Но Моняков спросил, не открывая глаз:
— Это вы мне тоже ложь во спасение? Нет, мне уж не нужно… потому что мне все равно.
Ливенцев постарался сделать вид, что не заметил тона, каким это сказано, и продолжал:
— Вам кажется, что война кончится только тогда, когда Вильгельма положат на обе лопатки, а это будет еще не скоро, потому что он весьма силен. Потому что в Германии стали в тринадцатом году было выработано девятнадцать миллионов тонн, в то время как в Англии — шесть, во Франции — четыре, а у нас — всего-навсего два с половиной миллиона… И как его, Вильгельма, засыплешь сталью, когда у него ее больше, чем у всех союзников? Значит, победить его хотят не количеством стали, а количеством людей. А людей у союзников гораздо больше. И люди Германии, прошедшие университеты, должны будут первые сказать: «Мы воевать не хотим!»
— Да разве эта война в человеческих масштабах затеяна? — устало сказал Моняков. — Устроена катастрофа в размерах всемирного потопа. Предприятие грандиозное, что и говорить! И как так можно ее остановить, когда есть хозяева предприятия?.. Я когда-то в цирке был. Гимнасты там свои штуки показывали, да ведь не внизу, а под самым куполом, на подвижных трапециях… Были, конечно, нервные люди среди зрителей. Кричат в голос: «Довольно! Прекратить!» Гимнасты приостановились было, ждут, когда их опустят вниз… и вдруг зычный очень голос, хозяйский: «Ра-бо-тай!..» То есть вертись, как вьюн, на такой высоте. А в случае чего, ломай кости… И гимнасты опять замелькали… Так и война эта. Что могут с нею гуманисты сделать?
— Это, конечно, так, что война затеяна в размерах, для отдельного человека непостижимых, даже для главнокомандующих, расчеты которых ведь никогда полностью не оправдываются, а иногда совсем идут прахом. Но они и не могут представить себе отдельных людей — это не их задача даже. Они имеют дело с армиями, пожалуй с корпусами: армия номер такой-то, корпус номер такой… Они даже и до дивизии не снисходят! Этими мелочами, какими-то там отрядиками в двадцать тысяч человек, должны ведать командиры корпусов, а не верховные главнокомандующие. Вот как дешево стала цениться человеческая жизнь! Даже и к смерти людей стали гнать десятками и сотнями тысяч. Не задерживайся! Иди в ногу!.. В этом весь смысл этой войны, на мой личный взгляд: гонят в пасть миллионами, и в ногу… И все почему-то идут!

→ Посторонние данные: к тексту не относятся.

;;; emacs-probe.el --- drives eglot in batch Emacs for the editor tests  -*- lexical-binding: t -*-
;;
;;   HOME=RUN DEWMARK_PROBE_CONFIG=config.el DEWMARK_PROBE_NOTE=note.md DEWMARK_PROBE_REPORT=report.json \
;;   DEWMARK_PROBE_HOVER_AT=OA: DEWMARK_PROBE_EDIT_FROM='db=24 ' DEWMARK_PROBE_EDIT_TO='db=24C ' \
;;     emacs --batch -q -l emacs-probe.el
;;
;; Loads the configuration under test as an init file would, opens the note (markdown-mode from its
;; name), lets eglot connect, then records: the diagnostics the server published and the ones flymake
;; shows; a hover at the first DEWMARK_PROBE_HOVER_AT; the diagnostics after replacing the first
;; DEWMARK_PROBE_EDIT_FROM with DEWMARK_PROBE_EDIT_TO. Writes a JSON report and exits 0, or 1 with
;; the report's "error" naming the step that failed. Batch Emacs has no command loop: where eglot
;; waits for one (its connect in post-command-hook, its didChange on an idle timer) the probe runs
;; what the command loop would run.

(require 'json)
;; An interactive Emacs activates the installed packages (eglot, markdown-mode) at start-up; batch
;; mode does not.
(package-activate-all)
;; The configuration under test, as a user's init file holds it.
(load (getenv "DEWMARK_PROBE_CONFIG") nil t)

(defvar probe-report nil "The report, an alist.")
(defvar probe-published nil "Every publishDiagnostics the server sent, newest first: (VERSION . DIAGNOSTICS).")
(defvar probe-step "start" "The step running now, for the report.")

(cl-defmethod eglot-handle-notification :before
  (_server (_method (eql textDocument/publishDiagnostics)) &key diagnostics version &allow-other-keys)
  (push (cons version (append diagnostics nil)) probe-published))

(defun probe-put (key value) (push (cons key value) probe-report))

(defun probe-finish (code)
  (with-temp-file (getenv "DEWMARK_PROBE_REPORT")
    (insert (json-encode probe-report)))
  (kill-emacs code))

(defun probe-wait (pred secs)
  "Process output until PRED holds (at most SECS seconds); its value, or an error."
  (let ((deadline (+ (float-time) secs)) (v nil))
    (while (and (not (setq v (funcall pred))) (< (float-time) deadline))
      (accept-process-output nil 0.05))
    (or v (funcall pred) (error "timed out after %s s" secs))))

(defun probe-lsp-diagnostics (diagnostics)
  "DIAGNOSTICS (plists as eglot parsed them) as alists for the report."
  (mapcar (lambda (d)
            (let ((start (plist-get (plist-get d :range) :start)))
              (list (cons 'code (plist-get d :code))
                    (cons 'severity (plist-get d :severity))
                    (cons 'line (plist-get start :line))
                    (cons 'character (plist-get start :character))
                    (cons 'message (plist-get d :message)))))
          diagnostics))

(defun probe-flymake ()
  "What flymake shows in the buffer: line (1-based), type and text of each diagnostic."
  (mapcar (lambda (d)
            (list (cons 'line (line-number-at-pos (flymake-diagnostic-beg d)))
                  (cons 'type (symbol-name (flymake-diagnostic-type d)))
                  (cons 'text (flymake-diagnostic-text d))))
          (flymake-diagnostics)))

(condition-case err
    (progn
      (probe-put 'emacsVersion emacs-version)
      (probe-put 'eglotLibrary (locate-library "eglot"))
      (setq probe-step "open")
      (find-file (getenv "DEWMARK_PROBE_NOTE"))
      (probe-put 'majorMode (symbol-name major-mode))
      (setq probe-step "connect")
      ;; eglot-ensure connects from post-command-hook: run it as the command loop would.
      (run-hooks 'post-command-hook)
      (let ((server (probe-wait #'eglot-current-server 20)))
        (probe-put 'serverInfo (eglot--server-info server))
        (probe-put 'languageId (eglot--language-id server)))
      (setq probe-step "diagnostics")
      (let ((first (probe-wait (lambda () (car probe-published)) 20)))
        (probe-put 'diagnostics (probe-lsp-diagnostics (cdr first))))
      (probe-wait (lambda () (or (flymake-diagnostics) (null (cdar probe-published)))) 10)
      (probe-put 'flymake (probe-flymake))
      (setq probe-step "hover")
      (goto-char (point-min))
      (search-forward (getenv "DEWMARK_PROBE_HOVER_AT"))
      (goto-char (match-beginning 0))
      (let ((hover (jsonrpc-request (eglot--current-server-or-lose) :textDocument/hover
                                    (eglot--TextDocumentPositionParams))))
        (probe-put 'hover (plist-get (plist-get hover :contents) :value)))
      (setq probe-step "edit")
      (goto-char (point-min))
      (search-forward (getenv "DEWMARK_PROBE_EDIT_FROM"))
      (replace-match (getenv "DEWMARK_PROBE_EDIT_TO") t t)
      (let ((before (length probe-published)))
        ;; eglot sends the change from an idle timer, which batch Emacs never reaches: run it now.
        (when eglot--change-idle-timer (timer-event-handler eglot--change-idle-timer))
        (let ((after (probe-wait (lambda () (and (> (length probe-published) before) (car probe-published))) 20)))
          (probe-put 'editVersion (car after))
          (probe-put 'diagnosticsAfterEdit (probe-lsp-diagnostics (cdr after)))))
      (setq probe-step "shutdown")
      (eglot-shutdown (eglot-current-server))
      (probe-finish 0))
  (error (probe-put 'error (format "%s: %s" probe-step (error-message-string err)))
         (probe-finish 1)))
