/** One step of a plan. */
export type NeovimStep =
  /** `:edit` one of `files` (or any path), set its filetype (default `markdown`) and attach the client. */
  | { op: 'open'; name: string; filetype?: string }
  /** Wait for diagnostics of the document's current version; `minCount` waits for at least that many. */
  | ({ op: 'waitDiagnostics'; timeoutMs?: number; minCount?: number } & OnDoc)
  /** `textDocument/hover`. */
  | ({ op: 'hover' } & At & OnDoc)
  /** `textDocument/documentSymbol`. */
  | ({ op: 'documentSymbols' } & OnDoc)
  /** `textDocument/completion` (invoked). */
  | ({ op: 'completion' } & At & OnDoc)
  /**
   * Replace lines as `nvim_buf_set_lines` does (0-based `startLine`, exclusive `endLine`, -1 = end), so
   * the client sends didChange; then (unless `waitDiagnostics: false`) wait for the new diagnostics.
   */
  | ({
      op: 'edit';
      startLine: number;
      endLine: number;
      lines: string[];
      waitDiagnostics?: boolean;
      timeoutMs?: number;
      minCount?: number;
    } & OnDoc)
  /** Raw `textDocument/inlayHint` for `range` (default: the whole document). */
  | ({ op: 'inlayHints'; range?: LspRange } & OnDoc)
  /**
   * `textDocument/codeAction` for `range` with the published diagnostics that touch it; with `apply`,
   * applies the first action whose title contains it (its edit, then its command) and returns the text.
   */
  | ({
      op: 'codeAction';
      range: LspRange;
      only?: string[];
      apply?: string;
      waitDiagnostics?: boolean;
      timeoutMs?: number;
      minCount?: number;
    } & OnDoc)
  /** Any request; the string `"$URI"` anywhere in `params` becomes the current document's uri. */
  | { op: 'request'; method: string; params?: unknown; allowError?: boolean }
  /** The buffer's current text. */
  | ({ op: 'text' } & OnDoc)
  /** `shutdown` + `exit`, and wait for the server process to end. */
  | { op: 'shutdown' };

/** What {@link runNeovim} needs. */
export interface NeovimPlan {
  /** The server's argv (e.g. `['node', 'dist/server.js', '--stdio']`); ignored with `configFile`. */
  server?: string[];
  /** Working directory for the server (default: the repository's current directory). */
  serverCwd?: string;
  /** Extra environment for the server. */
  serverEnv?: Record<string, string>;
  /**
   * A Lua file to `luafile` instead of the probe starting the client itself, e.g. the README's
   * configuration snippet; the probe then uses the client that attaches to the first opened document.
   */
  configFile?: string;
  /** A Lua file run just before `configFile` (e.g. a stand-in for an API of a later Neovim or a plugin). */
  preludeFile?: string;
  /** `settings` for the client (Neovim answers `workspace/configuration` from them). */
  settings?: Record<string, unknown>;
  /** `initializationOptions` sent with `initialize`. */
  initializationOptions?: Record<string, unknown>;
  /** Documents to write into the run folder (the workspace root), by relative name. */
  files?: Record<string, string>;
  /** The steps, in order. */
  steps: NeovimStep[];
  /** Per LSP wait inside Neovim (default 10 s). */
  stepTimeoutMs?: number;
  /** Whole run, after which Neovim and the server are killed (default 60 s). */
  timeoutMs?: number;
  /** Path of `nvim` (default: found by tools.ts). */
  nvim?: string;
  /** Neovim's LSP log level (default `warn`; server stderr is logged at that level). */
  logLevel?: 'trace' | 'debug' | 'info' | 'warn' | 'error';
  /** Extra environment for Neovim itself (also seen by a server started from a `configFile`). */
  env?: Record<string, string>;
  /** Keep the run folder afterwards (default: kept only when the run fails). */
  keepRunDir?: boolean;
  /** Throw when a step fails (default true); false returns the failed report instead. */
  throwOnFailure?: boolean;
}

/** Result of one step: `op`, its duration, and the step's own fields. */
export type StepResult<K extends NeovimStep['op'] = NeovimStep['op']> = { op: K; ms: number } & StepFields[K];

/** The fields each step adds to its result. */
export interface StepFields {
  open: { uri: string; bufnr: number; filetype: string; version: number };
  waitDiagnostics: DiagnosticsResult;
  hover: { position: LspPosition; result: HoverResult | null };
  documentSymbols: { result: unknown[] | null };
  completion: {
    position: LspPosition;
    result: { items: CompletionItem[]; isIncomplete?: boolean } | CompletionItem[] | null;
  };
  edit: { version: number; text: string; diagnostics?: DiagnosticsResult };
  inlayHints: { range: LspRange; result: InlayHint[] | null };
  codeAction: { result: CodeAction[]; applied?: string; text?: string; diagnostics?: DiagnosticsResult };
  request: { method: string; result: unknown; error?: { code: number; message: string; data?: unknown } };
  text: { text: string };
  shutdown: { exit?: { code: number; signal: number } };
}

Идут сами! В смертную пасть! Самое изумительное для меня лично во всей этой войне только вот это: идут сами! Во имя чего — никто не понимает, но все идут!.. Меня, признаться, всегда интересовала смерть сама по себе, но я представлял ее идущею на человека откуда-то извне. Самоубийства не в счет, и даже не в исключение из правила: беспричинных самоубийств не бывает, тоже идет на тебя откуда-то смерть — в виде бациллы, что ли, увеличенной в миллион раз… Но чтобы миллионы смертей на миллионы людей шли от других миллионов людей теперь, в двадцатом веке, — это что за нелепость такая! И разве у меня, человека, не могут найтись слова, понятные всем людям?
— В моей комнате? — чуть улыбнулся Моняков, не открывая глаз.
— Ничего! Я когда-нибудь скажу такие слова, когда будет для этого побольше слушателей, чем в вашей комнате! Я найду для этого подходящий случай… И попробую сказать их громко!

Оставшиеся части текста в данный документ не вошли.